How high can a bumblebee fly

Are bumblebees really too fat to fly?

The myth about the bumblebee, which shouldn't actually fly, but somehow does, goes back to the French entomologist Antoine Magnan. In 1934 he referred in his book "The Flight of the Insects" to the calculations of the mathematician André Sainte-Laguë. According to this, an airplane wing the size of a bumblebee wing cannot fly at bumblebee speed. The statement is true to this day. But bumblebee wings and airplane wings don't have much in common, except for one thing: how they generate lift.

A bumblebee is not an airplane

Lift results from an uneven flow around the wings, caused by the Bernoulli effect.
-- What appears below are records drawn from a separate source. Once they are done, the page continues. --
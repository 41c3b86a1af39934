import { randomUUID } from 'node:crypto';
import type { Transaction } from '@/db/client';
import { writeMail } from '@/db/writes/outbox/write-mail';
import { enqueue } from '@/lib/jobs/enqueue';
import { appOrigin } from './app-origin';
import type { Letter } from './letters';

/**
 * Mail goes through an outbox: written in the transaction of the act that causes it, sent by the
 * worker afterwards, however long a mail server is away. Headers say nothing but an id of its own.
 */
export async function queueMail(tx: Transaction, to: string, dedupeKey: string, letter: Letter): Promise<void> {
  const host = new URL(appOrigin()).hostname;
  await writeMail(tx, { to, ...letter, dedupeKey, messageId: `<${randomUUID()}@${host}>` });
  await enqueue(tx, 'deliver-outbox', {}, { key: 'deliver-outbox' });
}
The bionic scientist Albert Baars from the University of Bremen describes it as follows: "If there is less pressure on the upper side of a wing - regardless of whether it is an airplane or an insect - than on the underside, the wing can move upwards the angle to the flow and the geometry of the wing are chosen so that the air moves on a more curved path at the top than at the bottom. The greater this curvature, the lower the pressure on the top. "

Every fast driver knows this: when we drive around a tight, strongly curved bend, the centrifugal forces pull us strongly outwards - we hardly notice the forces in large, sweeping bends. "This is exactly what happens with the air flowing around an airfoil," continues Baars. "As the curvature increases, the air wants to move outwards. But there is already air there. So it continues to follow the curved path - which reduces the pressure and the wing is sucked upwards."

The secret of the bumblebee wings

Bumblebee wings are also curved: there is even a joint in their wings which they can use to further increase the curvature. But the main difference between the bumblebee wings and airplane wings is that they move. What with the insects looks like a simple up and down, in reality results in a self-contained movement. The bumblebee flaps its wings diagonally from back to front, with the wing tips always forming the foremost point; then the wings are rotated, the top and bottom are swapped, and the movement is returned. The secret of the bumblebee also lies in this complex process: the formation of a leading edge vortex. Charles Ellington from the University of Cambridge demonstrated this vortex in a moth that he examined in a wind tunnel in 1996.

"The leading edge vortex occurs when you tee off," says Baars. "It runs along the top of the wing, almost parallel to the leading edge." Leading edge vortices arise with every downward movement and generate strong lift: "The air on the upper side of the wing has to go around this vortex and thus follows a curved path again. This results in lower pressure - and thus additional lift," explains Baars.

Vortices that we have known for a long time

"When it comes to generating high lift, engineers are really keen on this vortex," continues Baars. "This is used in very small aircraft with flapping flight mode, but also in large aircraft with delta wings, such as the Concord or fighter jets. The vortex is not likely to be found in conventional aircraft." In contrast to those of bumblebees and fighter jets, the wing edges of passenger and transport aircraft are rounded. Leading edge vortices only arise on geometrically sharp edges if they are at a certain angle to the air flow. But they always bring with them risks: If the angle is unfavorable, the flow can stall.